私はどちらかというと、普段走るのは好きだけどレースはあまり好きじゃないって言うはるまさんとは逆のパターンかもしれないなぁ・・・。

Posted by: みなみ | June 25, 2008 at 09:46

復活おめでとうございます。

怪我しちゃうと色々考えますよね。
そして、走らないことが日常になっていく⇒走ることが億劫になるのに、走れないストレスがある。
とにかく故障と言う事はどっちにころんでも不健康な状態なんでしょうね。

私は年をとってもホノルルに出たいと思っているから長く続けていく生涯スポーツと思っています。
かといって何か目標が無いわけでもない。
☆さんのようなランナーさんになりたいなぁ~と思っています。あ、はだしは無理ですよ(笑)

何事もメリハリが必要ですよね。

怪我して学ぶ事、考える事で1回り強くなっていると思いますよ。みなみさん。
しっかり自分と向き合う時間をとって、ランニングやほかの事を色々考えたから痛みも和らいでいったのかも知れませんね。

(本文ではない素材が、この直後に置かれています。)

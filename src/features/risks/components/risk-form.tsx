import { zodResolver } from "@hookform/resolvers/zod";
import { Controller, useForm, useWatch } from "react-hook-form";
import type { z } from "zod";
import { riskBand, riskScore, validateLevels } from "#shared/domain/risks.ts";
import type { FacilityAnswer } from "#shared/schemas/facility.ts";
import type { Milestone } from "#shared/schemas/programme.ts";
import { RiskCategorySchema, RiskCreateInputSchema, type RiskAnswer, type RiskCreateInput, type RiskScale } from "#shared/schemas/risks.ts";
import { SelectField, TextAreaField, TextField } from "../../../components/ui/field.tsx";
import { DateField } from "../../../components/ui/date-field.tsx";
import { FormDialog, IdPicksField } from "../../../components/ui/form-dialog.tsx";
import { MoneyField } from "../../../components/ui/money-field.tsx";
import { formatDate } from "../../../lib/format.ts";
import { changedFields, numberOrNull, optionsOf, pick, saveForm } from "../../../lib/forms.ts";
import { RECORD_AUDIENCE_OPTIONS } from "../../../lib/record.tsx";
import { useCreateRisk, useDeleteRisk, usePatchRisk, type StaffMember } from "../api.ts";
import { CATEGORY_WORD, KIND_WORD } from "../words.ts";
import { BandMark } from "./marks.tsx";

type Values = z.input<typeof RiskCreateInputSchema>;

function valuesOf(r: RiskAnswer | null, ownerId: number): Values {
  if (!r) {
    return { kind: "risk", title: "", description: "", cause: "", effect: "", category: "programme", ownerId, likelihood: 3, impact: 3, costExposure: null, scheduleDays: null, linkedMilestones: [], linkedBlocks: [], linkedSystems: [], audience: "internal", impactNow: "", action: "", dueDate: null };
  }
  return {
    ...pick(r, ["kind", "title", "description", "cause", "effect", "category", "likelihood", "impact", "costExposure", "scheduleDays", "audience", "impactNow", "action", "dueDate"]),
    ownerId: r.owner.id,
    linkedMilestones: r.linkedMilestones.map((m) => m.id),
    linkedBlocks: r.linkedBlocks.map((b) => b.id),
    linkedSystems: r.linkedSystems.map((s) => s.id),
  };
}

/** The contract's schema with the project's own scale: a level beyond it is refused here first, as the server would. */
export function riskFormSchema(scale: RiskScale) {
  return RiskCreateInputSchema.superRefine((v, ctx) => {
    for (const p of validateLevels(v.likelihood, v.impact, scale)) ctx.addIssue({ code: "custom", path: [p.field], message: p.message });
  });
}

const levels = (n: number, words: string) => Array.from({ length: n }, (_, i) => ({ value: String(i + 1), label: `${i + 1}${i === 0 ? ` (least ${words})` : i === n - 1 ? ` (most ${words})` : ""}` }));

export interface RiskFormProps {
  slug: string;
  risk: RiskAnswer | null;
  scale: RiskScale;
  staff: readonly StaffMember[];
  milestones: readonly Milestone[];
  facility: FacilityAnswer | null;
  currency: string;
  meId: number;
  onClose: () => void;
}

/** Raising a risk or an issue (`risk` null) or editing one: levels on the project's scale, exposure, links, audience. */
export function RiskForm({ slug, risk, scale, staff, milestones, facility, currency, meId, onClose }: RiskFormProps) {
  const create = useCreateRisk(slug);
  const patch = usePatchRisk();
  const remove = useDeleteRisk();
  const before = valuesOf(risk, staff.some((s) => s.id === meId) ? meId : (staff[0]?.id ?? meId));
  const form = useForm<Values, unknown, RiskCreateInput>({ resolver: zodResolver(riskFormSchema(scale)), defaultValues: before });
  const { errors } = form.formState;
  const [kind, likelihood, impact, exposure] = useWatch({ control: form.control, name: ["kind", "likelihood", "impact", "costExposure"] });
  const score = riskScore(Number(likelihood), Number(impact));

  const onSubmit = form.handleSubmit(async (v) => {
    const { kind: _kind, ...fields } = v;
    const write = risk ? () => patch.mutateAsync({ id: risk.id, patch: changedFields(before, fields, risk.version) }) : () => create.mutateAsync(v);
    if (await saveForm(form.setError, write, `${v.title} saved`)) onClose();
  });
  const onDelete = risk
    ? async () => {
        if (await saveForm(form.setError, () => remove.mutateAsync({ id: risk.id }), `${risk.reference} deleted`)) onClose();
      }
    : undefined;

  const num = { valueAsNumber: true } as const;
  const exposureErrors = errors.costExposure as Record<string, { message?: string }> | undefined;
  return (
    <FormDialog title={risk ? `Edit ${risk.reference}` : kind === "issue" ? "Raise an issue" : "Raise a risk"} onClose={onClose} onSubmit={onSubmit} busy={create.isPending || patch.isPending} rootError={errors.root?.message} onDelete={onDelete} deleting={remove.isPending}>
      {risk ? null : <SelectField label="Kind" options={optionsOf(KIND_WORD)} hint="An issue is a problem that has already happened." error={errors.kind?.message} {...form.register("kind")} />}
      <TextField label="Title" error={errors.title?.message} {...form.register("title")} />
      <SelectField label="Category" options={optionsOf(CATEGORY_WORD, RiskCategorySchema.options)} error={errors.category?.message} {...form.register("category")} />
      <SelectField label="Owner" options={staff.map((s) => ({ value: String(s.id), label: s.name }))} error={errors.ownerId?.message} {...form.register("ownerId", num)} />
      <SelectField label={`Likelihood (1–${scale.likelihoodLevels})`} options={levels(scale.likelihoodLevels, "likely")} error={errors.likelihood?.message} {...form.register("likelihood", num)} />
      <SelectField label={`Impact (1–${scale.impactLevels})`} options={levels(scale.impactLevels, "severe")} error={errors.impact?.message} {...form.register("impact", num)} />
      <p className="self-end pb-2 text-sm" data-testid="score-preview">
        Score {Number.isFinite(score) ? <BandMark band={riskBand(score, scale)} score={score} /> : "—"}
      </p>
      <SelectField label="Audience" options={RECORD_AUDIENCE_OPTIONS} hint="Investors see only what is for them; nothing here is public." error={errors.audience?.message} {...form.register("audience")} />
      <div className="sm:col-span-2">
        <TextAreaField label="Description" rows={2} error={errors.description?.message} {...form.register("description")} />
      </div>
      <TextAreaField label="Cause" rows={2} error={errors.cause?.message} {...form.register("cause")} />
      <TextAreaField label="Effect" rows={2} error={errors.effect?.message} {...form.register("effect")} />
      {kind === "issue" ? (
        <>
          <TextAreaField label="Impact now" rows={2} error={errors.impactNow?.message} {...form.register("impactNow")} />
          <TextAreaField label="Action" rows={2} error={errors.action?.message} {...form.register("action")} />
          <DateField label="Action due" error={errors.dueDate?.message} {...form.register("dueDate", { setValueAs: (v: string) => (v === "" ? null : v) })} />
        </>
      ) : null}
      <TextField label="Schedule exposure (working days)" type="number" inputMode="numeric" min={0} step={1} hint="Leave empty when it would not move the programme." error={errors.scheduleDays?.message} {...form.register("scheduleDays", { setValueAs: numberOrNull })} />
      <fieldset className="flex flex-col gap-2 border border-rule p-3 sm:col-span-2">
        <legend className="px-1 text-sm font-medium">Cost exposure</legend>
        <label className="inline-flex items-center gap-2 text-sm">
          <input
            type="checkbox"
            checked={exposure !== null && exposure !== undefined}
            onChange={(e) => form.setValue("costExposure", e.target.checked ? { min: 0, mostLikely: 0, max: 0, probability: 0.5 } : null, { shouldDirty: true })}
          />
          This risk has a cost: a three-point estimate and the chance it happens
        </label>
        {exposure ? (
          <div className="grid gap-3 sm:grid-cols-4">
            {(["min", "mostLikely", "max"] as const).map((k) => (
              <Controller
                key={k}
                control={form.control}
                name={`costExposure.${k}`}
                render={({ field }) => <MoneyField label={{ min: "Least", mostLikely: "Most likely", max: "Most" }[k]} currency={currency} value={field.value ?? null} onChange={(v) => field.onChange(v ?? Number.NaN)} error={exposureErrors?.[k]?.message} />}
              />
            ))}
            <TextField
              label="Chance (%)"
              type="number"
              inputMode="numeric"
              min={0}
              max={100}
              step={1}
              defaultValue={Math.round((exposure.probability ?? 0) * 100)}
              error={exposureErrors?.probability?.message}
              onChange={(e) => form.setValue("costExposure.probability", e.target.valueAsNumber / 100, { shouldDirty: true })}
            />
          </div>
        ) : null}
      </fieldset>
      <IdPicksField control={form.control} name="linkedMilestones" legend="Milestones it would move" options={milestones.map((m) => ({ id: m.id, label: m.name, hint: formatDate(m.forecastFinish ?? m.baselineFinish) }))} empty="The programme has no milestones yet." />
      <div className="flex flex-col gap-3">
        <IdPicksField control={form.control} name="linkedBlocks" legend="Capacity blocks" options={(facility?.blocks ?? []).map((b) => ({ id: b.id, label: b.name }))} empty="No capacity block yet." />
        <IdPicksField control={form.control} name="linkedSystems" legend="Plant systems" options={(facility?.systems ?? []).map((s) => ({ id: s.id, label: s.name }))} empty="No plant system yet." />
      </div>
    </FormDialog>
  );
}
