/**
 * A picture with edges, stripes and shapes, so that resizing and encoding have detail to
 * keep. `noise` adds seeded per-pixel sensor-like grain and `texture` a coarser mottle
 * (noise drawn at a third of the size and enlarged), which survives downscaling the way
 * gravel, concrete and foliage do in real photographs; both are what make encoders work.
 * Standard deviations are in 0–255 units.
 */
export async function makePatternedImage(options: {
  width: number;
  height: number;
  noise?: number;
  texture?: number;
  seed?: number;
  format?: "jpeg" | "png" | "webp";
  quality?: number;
}): Promise<Buffer> {
  const { width, height } = options;
  const seed = options.seed ?? 7;
  const base = sharp(Buffer.from(sceneSvg(width, height, seed)));
  let image = base;
  const noise = options.noise ?? 0;
  const texture = options.texture ?? 0;
  if (noise > 0 || texture > 0) {
    const rendered = await base.removeAlpha().raw().toBuffer();
    if (texture > 0) {
      const tw = Math.max(1, Math.round(width / 3));
      const th = Math.max(1, Math.round(height / 3));
      const coarse = Buffer.alloc(tw * th, 128);
      addGrain(coarse, texture, seed + 101);
      const mottle = await sharp(coarse, { raw: { width: tw, height: th, channels: 1 } })
        .resize(width, height, { fit: "fill", kernel: "cubic" })
        .raw()
        .toBuffer();
      for (let i = 0; i < rendered.length; i += 1) {
        const value = (rendered[i] ?? 0) + (mottle[Math.floor(i / 3)] ?? 128) - 128;
        rendered[i] = value < 0 ? 0 : value > 255 ? 255 : value;
      }
    }
    if (noise > 0) addGrain(rendered, noise, seed);
    image = sharp(rendered, { raw: { width, height, channels: 3 } });
  }
  return encode(image, options.format ?? "jpeg", options.quality);
}
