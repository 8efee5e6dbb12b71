"""The routes of the browser keyboard: the page at ``/`` and the copy-task log under ``/api/study/``.

============  =====================================  ==============================================
method        path                                   what it does
============  =====================================  ==============================================
GET           ``/``                                  the keyboard page
GET           ``/api/study/assets/{name}``           its stylesheet and script
GET           ``/api/study/config``                  the default model, the WebSocket path, phrases
POST          ``/api/study/sessions``                start a copy-task session: a new log under the
                                                     profile's folder; answers with the phrases
POST          ``/api/study/sessions/{id}/events``    append events to the session's log
GET           ``/api/study/sessions/{id}/report``    the session's measures so far
============  =====================================  ==============================================

A session log lives at ``PROFILES/NAME/study/SESSION.jsonl``, beside the
profile's learned stores; each batch of events is validated whole, then
written line by line, flushed and fsynced before the reply.  Errors use the
service's JSON body, ``{"error": {"code": ..., "message": ...}}``.
"""

from __future__ import annotations

import json
import re
import secrets
import threading
from dataclasses import dataclass, field
from datetime import datetime, timezone
from importlib import resources
from pathlib import Path
from typing import Any
from urllib.parse import quote

from fastapi import APIRouter, Request
from fastapi.responses import HTMLResponse, JSONResponse, Response

from ..study import SessionLogError, SessionLogWriter, check_event, session_report

ASSETS = {"keyboard.css": "text/css; charset=utf-8", "keyboard.js": "text/javascript; charset=utf-8"}
"""The page's files besides ``index.html``, with their content types."""

PROFILE_NAME = re.compile(r"[A-Za-z0-9][A-Za-z0-9_-]{0,63}\Z")
"""A profile name: the service's rule (letters, digits, ``-`` and ``_``; 1 to 64; no path)."""

MAX_EVENTS_PER_BATCH = 500
"""The most events one request may append."""

PLACEMENTS = ("left", "right", "under")
LAYOUTS = ("alphabetic", "typewriter", "frequency")


@dataclass(frozen=True)
class StudySettings:
    """What the keyboard page and its copy task are given at start.

    Attributes:
        phrases: the target phrases, presented in order.
        phrase_source: where they came from (a file name, or ``demo``), shown on the page and logged.
        profiles_dir: the service's profiles folder; logs go to ``NAME/study/`` inside it.
        model: the model the page asks for suggestions (the service's default).
        k: the page's default number of suggestions (1 to 9).
        websocket: the service's per-keystroke WebSocket path.
    """

    phrases: tuple[str, ...]
    phrase_source: str
    profiles_dir: Path
    model: str
    k: int = 5
    websocket: str = "/api/session"


@dataclass
class _Session:
    writer: SessionLogWriter
    path: Path
    lock: threading.Lock = field(default_factory=threading.Lock)


def _problem(status: int, code: str, message: str) -> JSONResponse:
    return JSONResponse({"error": {"code": code, "message": message}}, status_code=status)


def _static(name: str) -> bytes:
    return resources.files(__package__).joinpath("static").joinpath(name).read_bytes()


async def _json_object(request: Request) -> dict[str, Any] | JSONResponse:
    raw = await request.body()
    try:
        body = json.loads(raw.decode("utf-8")) if raw else {}
    except UnicodeDecodeError:
        return _problem(400, "bad_utf8", "the body is not valid UTF-8")
    except ValueError:
        return _problem(400, "bad_json", "the body is not JSON")
    if not isinstance(body, dict):
        return _problem(400, "bad_json", "the body is not a JSON object")
    return body


def _session_choice(body: dict[str, Any], settings: StudySettings) -> tuple[str, int, str, str, Path] | JSONResponse:
    """Validate a session start: (profile, k, placement, layout, log folder), or the error to answer."""
    extra = sorted(set(body) - {"profile", "k", "placement", "layout"})
    if extra:
        return _problem(422, "unknown_field", f"unknown field {extra[0]!r}")
    profile = body.get("profile", "pilot")
    if not isinstance(profile, str) or not PROFILE_NAME.match(profile):
        return _problem(422, "bad_profile_name", "a profile name is 1 to 64 letters, digits, '-' or '_', starting with a letter or digit")
    k = body.get("k", settings.k)
    if isinstance(k, bool) or not isinstance(k, int) or not 1 <= k <= 9:
        return _problem(422, "bad_k", "k must be a whole number from 1 to 9")
    placement = body.get("placement", "left")
    layout = body.get("layout", "alphabetic")
    if placement not in PLACEMENTS or layout not in LAYOUTS:
        return _problem(422, "bad_field", f"placement is one of {', '.join(PLACEMENTS)}; layout one of {', '.join(LAYOUTS)}")
    root = settings.profiles_dir.resolve()
    folder = (root / profile / "study").resolve()
    if root not in folder.parents:
        return _problem(422, "bad_profile_name", "the profile name leaves the profiles folder")
    return profile, k, placement, layout, folder


def _checked_batch(body: dict[str, Any]) -> list[dict[str, Any]] | JSONResponse:
    """Validate a batch of events whole: the events in order, or the error to answer."""
    if set(body) != {"events"} or not isinstance(body["events"], list):
        return _problem(422, "bad_field", 'the body is {"events": [EVENT, ...]}')
    events = body["events"]
    if len(events) > MAX_EVENTS_PER_BATCH:
        return _problem(413, "too_many_events", f"at most {MAX_EVENTS_PER_BATCH} events per request")
    checked = []
    for number, event in enumerate(events, start=1):
        if not isinstance(event, dict):
            return _problem(422, "bad_event", f"event {number} is not an object")
        try:
            checked.append(check_event(event))
        except ValueError as error:
            return _problem(422, "bad_event", f"event {number}: {error}")
    return checked


def study_router(settings: StudySettings) -> APIRouter:
    """Build the router for ``/`` and ``/api/study/...``.

    Args:
        settings: the phrases, profiles folder and defaults.

    Returns:
        A FastAPI router for ``create_app(..., routers=[...])``.
    """
    routes = _StudyRoutes(settings)
    router = APIRouter()
    router.add_api_route("/", routes.keyboard_page, methods=["GET"], include_in_schema=False)
    router.add_api_route("/api/study/assets/{name}", routes.asset, methods=["GET"], include_in_schema=False)
    router.add_api_route("/api/study/config", routes.config, methods=["GET"])
    router.add_api_route("/api/study/sessions", routes.start_session, methods=["POST"], status_code=201)
    router.add_api_route("/api/study/sessions/{session}/events", routes.append_events, methods=["POST"])
    router.add_api_route("/api/study/sessions/{session}/report", routes.report, methods=["GET"])
    return router


class _StudyRoutes:
    """The handlers, sharing the settings, the page's files and the open sessions."""

    def __init__(self, settings: StudySettings) -> None:
        self.settings = settings
        self.sessions: dict[str, _Session] = {}
        self.lock = threading.Lock()
        self.page = _static("index.html")
        self.assets = {name: _static(name) for name in ASSETS}

    def keyboard_page(self, request: Request) -> Response:
        """The keyboard page."""
        body = self.page
        token = request.query_params.get("token")
        if token:
            # A service that requires its token was opened as /?token=TOKEN: the page's own files need it too.
            suffix = ("?token=" + quote(token, safe="")).encode("ascii")
            for name in ASSETS:
                body = body.replace(f"/api/study/assets/{name}".encode("ascii"), f"/api/study/assets/{name}".encode("ascii") + suffix)
        return HTMLResponse(body, headers={"Cache-Control": "no-store"})

    def asset(self, name: str) -> Response:
        """The page's stylesheet or script."""
        if name not in self.assets:
            return _problem(404, "not_found", f"no asset named {name!r}")
        return Response(self.assets[name], media_type=ASSETS[name], headers={"Cache-Control": "no-store"})

    def config(self) -> dict[str, Any]:
        """The page's starting point: model, WebSocket path, default k, and how many phrases the copy task has."""
        settings = self.settings
        return {
            "model": settings.model,
            "websocket": settings.websocket,
            "k": settings.k,
            "phrases": len(settings.phrases),
            "phrase_source": settings.phrase_source,
            "placements": list(PLACEMENTS),
            "layouts": list(LAYOUTS),
        }

    async def start_session(self, request: Request) -> Any:
        """Start a copy-task session for a profile: its log is created and the phrases are returned."""
        settings = self.settings
        body = await _json_object(request)
        if isinstance(body, JSONResponse):
            return body
        choice = _session_choice(body, settings)
        if isinstance(choice, JSONResponse):
            return choice
        profile, k, placement, layout, folder = choice
        folder.mkdir(parents=True, exist_ok=True)
        started = datetime.now(timezone.utc)
        session = f"{started:%Y%m%d-%H%M%S}-{secrets.token_hex(3)}"
        path = folder / f"{session}.jsonl"
        header = {
            "session": session,
            "started": started.isoformat(timespec="seconds").replace("+00:00", "Z"),
            "profile": profile,
            "model": settings.model,
            "k": k,
            "placement": placement,
            "layout": layout,
            "phrases": len(settings.phrases),
            "phrase_source": settings.phrase_source,
        }
        writer = SessionLogWriter(path, header)
        with self.lock:
            self.sessions[session] = _Session(writer, path)
        return {"session": session, "phrases": list(settings.phrases), "log": f"{profile}/study/{session}.jsonl"}

    def _find(self, session: str) -> _Session | None:
        with self.lock:
            return self.sessions.get(session)

    async def append_events(self, session: str, request: Request) -> Any:
        """Append a batch of events (``{"events": [...]}``) to a session's log, each as one line."""
        found = self._find(session)
        if found is None:
            return _problem(404, "unknown_session", f"no session {session!r} is open on this service")
        body = await _json_object(request)
        if isinstance(body, JSONResponse):
            return body
        checked = _checked_batch(body)
        if isinstance(checked, JSONResponse):
            return checked
        with found.lock:
            found.writer.write_many(checked)
        return {"written": len(checked)}

    def report(self, session: str) -> Any:
        """The session's measures as ``foretype study report --json`` gives them for its log."""
        found = self._find(session)
        if found is None:
            return _problem(404, "unknown_session", f"no session {session!r} is open on this service")
        try:
            with found.lock:
                measured = session_report(found.path)
        except SessionLogError as error:
            return _problem(409, "bad_log", str(error))
        data = measured.to_json()
        data["log"] = found.path.name
        return data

みなみさんの彼(ランニング)は意外と短期なのかもしれませんね(笑)
嫌いよ作戦が効いたかな?

Posted by: な | June 29, 2008 at 23:06

>なーちゃん

浮気するわよ作戦は結構効いたような気もするんですが、私自身本命を忘れることができず、結局寄りを戻した次第です^^;

あれこれ走ることについて考えるのは、故障しているときが一番多いですね。私は結局、走れる自分が好きみたいです。走れないと自分ではないような気がしてしまうの。いつまでも、どこまでも走れるような自分でいることが、私の唯一の存在証明って気がするんだよね。

まだ完全復活ではないけれど、ちょっとずつ戻ってきたのが嬉しいです。いろいろありがとうねー。